Around 40 kilometers to the north of Nha Trang, the popular beach town in central Vietnam, Hon Khoi, a sleepy seaside town in Ninh Hoa Commune is home to people whose entire lives are spent harvesting salt.
The salt is produced in fields along Doc Let Beach, an almost entirely isolated and largely undeveloped beach whose white sands and turquoise waters play second fiddle to the salt fields, which have become an Instagram hotspot in recent years.
Travelers and/or photographers cannot resist capturing the startling white of crystallized salt mounds as well as the process of the mineral being harvested by farmers wearing conical hats under the rising sun, the shining sun and the setting sun.
Spanning an area of 400 hectares (988 acres), Hon Khoi produces about 30,000 tons of salt a year, which is consumed nationwide and also exported to Japan.
Salt production along Vietnam’s long coastline has an annual output of about 750,000 tons.
During the annual harvesting season from January to June, salt farmers start their day at 4 a.m. and try to finish their work as soon as possible to get away from the burning hot sun.
Shallow fields are filled with sea water and left to dry for about 10-15 days. When it is ready, the team gets to work. The men use rakes to create mounds of crystallized salt in the fields while the women collect it in baskets and wheelbarrows and deposit their collections just outside the field in a larger heap for processing at a later time.
A group of women in conical hats, their faces covered with handkerchiefs and their feet clad in rubber boots, deftly carry two baskets of salt each on bamboo poles slung over their shoulders.
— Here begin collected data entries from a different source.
/* Do shafts keep their distance? Every offset in the plane and across layers against the rule
 * itself: too close where hypot(centre distance, gap between the slabs) < clearance.
 */
#include "check/stage.h"

enum { LAYERS = 34, TIP = 32, BREAK = 14, EDGE = 24 };

/* A post of one width up to a part in layer TIP, its tip (and neck of 1 mm) far from what is
 * tested. The shaft's last column is EDGE - 1. */
static stage with_post(void)
{
    stage s = stage_new(44, 30, LAYERS);
    s.job.has_machine = false; /* geometry alone */
    stage_post(&s, 2.0, 1.5, TIP, false);
    fw_post *post = &s.posts.item[0];
    post->tip_mm = post->shaft_mm = post->foot_mm = 0.8;
    stage_box(&s, 16, 11, 0, EDGE, 19, TIP, 255); /* cut to the disc by the judge */
    stage_box(&s, 5, 5, TIP, 40, 25, LAYERS, 255);
    return s;
}

/* Clears the shaft's box in layers [n0, n1). */
static void without_shaft(stage *s, int n0, int n1)
{
    stage_box(s, 16, 11, n0, EDGE, 19, n1, 0);
}

/* The pixels of the box beside the disc are part: take them away. */
static void only_the_disc(stage *s)
{
    for (int y = 11; y < 19; y++)
        for (int x = 16; x < EDGE; x++)
            if (hypot(x + 0.5 - 20, y + 0.5 - 15) > 4)
                stage_box(s, x, y, 0, x + 1, y + 1, TIP, 0);
}

static bool is_close(const stage *s)
{
    fw_report report = stage_judge(s);
    const fw_finding *found = finding_of(&report, FW_CLEARANCE);
    const bool close = found != NULL;
    if (close) {
        assert_int_equal(found->severity, FW_FAIL);
        assert_int_equal(found->post, 0);
    }
    fw_report_free(&report);
    return close;
}

/* The middle rows of the disc (11 .. 19 px, centre at 15) reach column EDGE - 1. */
static void in_the_plane(void **state)
{
    (void)state;
    for (int apart = 1; apart <= 5; apart++) {
        stage s = with_post();
        only_the_disc(&s);
        stage_box(&s, EDGE - 1 + apart, 13, 0, 36, 17, 6, 255);
        assert_int_equal(is_close(&s), apart * 0.1 < 0.3 - 1e-6);
        stage_free(&s);
    }
}

/* The clearance itself decides: one pixel of 100 um, limits just over and just under 0.2 mm. */
static void at_the_limit(void **state)
{
    (void)state;
    static const double clearance_mm[3] = {0.199, 0.2, 0.201};
    for (int i = 0; i < 3; i++) {
        stage s = with_post();
        s.job.rules.clearance_mm = clearance_mm[i];
        only_the_disc(&s);
        stage_box(&s, EDGE + 1, 13, 0, 36, 17, 6, 255); /* centres 0.2 mm apart */
        assert_int_equal(is_close(&s), i == 2);
        stage_free(&s);
    }
}

/* Across layers the slabs' gap counts: neighbours touch (0), the next but one 1 layer, and so on.
 * The shaft is there on one side of layer BREAK only, the block on the other. */
static void across_layers(void **state)
{
    (void)state;
    for (int over = 0; over < 2; over++) {
        for (int layers = 1; layers <= 5; layers++) {
            for (int apart = 1; apart <= 4; apart++) {
                stage s = with_post();
                only_the_disc(&s);
                if (over) { /* shaft below BREAK, block from BREAK - 1 + layers on */
                    without_shaft(&s, BREAK, TIP);
                    stage_box(&s, EDGE - 1 + apart, 13, BREAK - 1 + layers, 36, 17, 22, 255);
                } else { /* shaft from BREAK on, block up to BREAK - layers */
                    without_shaft(&s, 0, BREAK);
                    stage_box(&s, EDGE - 1 + apart, 13, 0, 36, 17, BREAK - layers + 1, 255);
                }
                const double distance = hypot(apart * 0.1, (layers - 1) * 0.1);
                assert_int_equal(is_close(&s), distance < 0.3 - 1e-6);
                stage_free(&s);
            }
        }
    }
}

/* Pixels of 100 by 50 um: the same distances take twice the rows. */
static void on_flat_pixels(void **state)
{
    (void)state;
    for (int down = 0; down < 2; down++) {
        for (int apart = 1; apart <= 8; apart++) {
            stage s = stage_new(44, 60, LAYERS);
            s.job.has_machine = false;
            s.job.pixel_um[1] = 50;
            stage_post(&s, 2.0, 1.5, TIP, false);
            fw_post *post = &s.posts.item[0];
            post->tip_mm = post->shaft_mm = post->foot_mm = 0.8;
            stage_box(&s, 5, 5, TIP, 40, 55, LAYERS, 255);
            stage_box(&s, 19, 22, 0, 21, 38, TIP, 255); /* the disc's middle columns, whole */
            stage_box(&s, 16, 29, 0, 24, 31, TIP, 255); /* and rows */
            if (down)
                stage_box(&s, 19, 37 + apart, 0, 21, 50, 6, 255);
            else
                stage_box(&s, 23 + apart, 29, 0, 40, 31, 6, 255);
            const double distance = apart * (down ? 0.05 : 0.1);
            assert_int_equal(is_close(&s), distance < 0.3 - 1e-6);
            stage_free(&s);
        }
    }
}

/* The neck grows out of the face that it holds, so nothing within its length is too close. */
static void the_neck_may_come_near(void **state)
{
    (void)state;
    for (int below = 0; below < 2; below++) {
        stage s = with_post();
        only_the_disc(&s);
        /* 1 mm of neck: its lowest layer is TIP - 10 */
        const int lowest = TIP - 10 + 3 - below; /* 0.2 mm of gap below the block, then less */
        stage_box(&s, EDGE + 1, 13, lowest, 36, 17, TIP, 255);
        assert_int_equal(is_close(&s), below);
        stage_free(&s);
    }
}

/* Another post is no part. */
static void posts_may_be_neighbours(void **state)
{
    (void)state;
    stage s = with_post();
    only_the_disc(&s);
    stage_post(&s, 2.9, 1.5, TIP, false); /* 0.1 mm of resin between them */
    fw_post *post = &s.posts.item[1];
    post->tip_mm = post->shaft_mm = post->foot_mm = 0.8;
    stage_disc(&s, 29, 15, 4, 0, TIP, 255);
    assert_false(is_close(&s));
    stage_free(&s);
}

/* Only the one that is too close is named, with the pixels of all layers and the first of them. */
static void names_the_post(void **state)
{
    (void)state;
    stage s = with_post();
    only_the_disc(&s);
    stage_post(&s, 3.6, 1.5, TIP, false);
    fw_post *post = &s.posts.item[1];
    post->tip_mm = post->shaft_mm = post->foot_mm = 0.8;
    stage_disc(&s, 36, 15, 4, 0, TIP, 255);
    stage_box(&s, 40, 14, 8, 41, 16, 10, 255); /* touches the second shaft in layers 8 and 9 */
    fw_report report = stage_judge(&s);
    const fw_finding *found = finding_of(&report, FW_CLEARANCE);
    assert_int_equal(found->post, 1);
    assert_int_equal(found->group, 1);
    assert_in_range(found->layer, 5, 8); /* shafts of earlier layers see the block across the gap */
    assert_true(fabs(found->x_mm - 4.05) < 1e-9);
    int64_t kinds = 0;
    for (size_t i = 0; i < report.findings.count; i++)
        kinds += report.findings.item[i].kind == FW_CLEARANCE;
    assert_int_equal(kinds, 1);
    fw_report_free(&report);
    stage_free(&s);
}

int main(void)
{
    const struct CMUnitTest tests[] = {
        cmocka_unit_test(in_the_plane),           cmocka_unit_test(at_the_limit),
        cmocka_unit_test(across_layers),          cmocka_unit_test(on_flat_pixels),
        cmocka_unit_test(the_neck_may_come_near), cmocka_unit_test(posts_may_be_neighbours),
        cmocka_unit_test(names_the_post)};
    return cmocka_run_group_tests(tests, NULL, NULL);
}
Female workers pour salt out of their yokes into the fields.
During harvest season, salt farmers work constantly for up to seven consecutive hours under the scorching sun with temperatures as high as 40 degrees Celcius. They always carry sufficient quantities of water with them.
As the salt dries and crystallizes in the morning, farmers work more at noon and in the afternoon when the sun is at its brightest. The harsher the sun the better, as it will make the salt crystals form faster.
While salt farmers are only busy in the fields during the first half of the year with its sunny, dry days, they have to look for other means of income, during the wet season and thereafter.
However, life in Ninh Hoa is unlikely to shift from salt making.
"We live in an area surrounded by saltwater," said Huynh Thi Nung, who has lived all her life in the commune. "We cannot grow rice or vegetables. The only thing we can do is salt farming."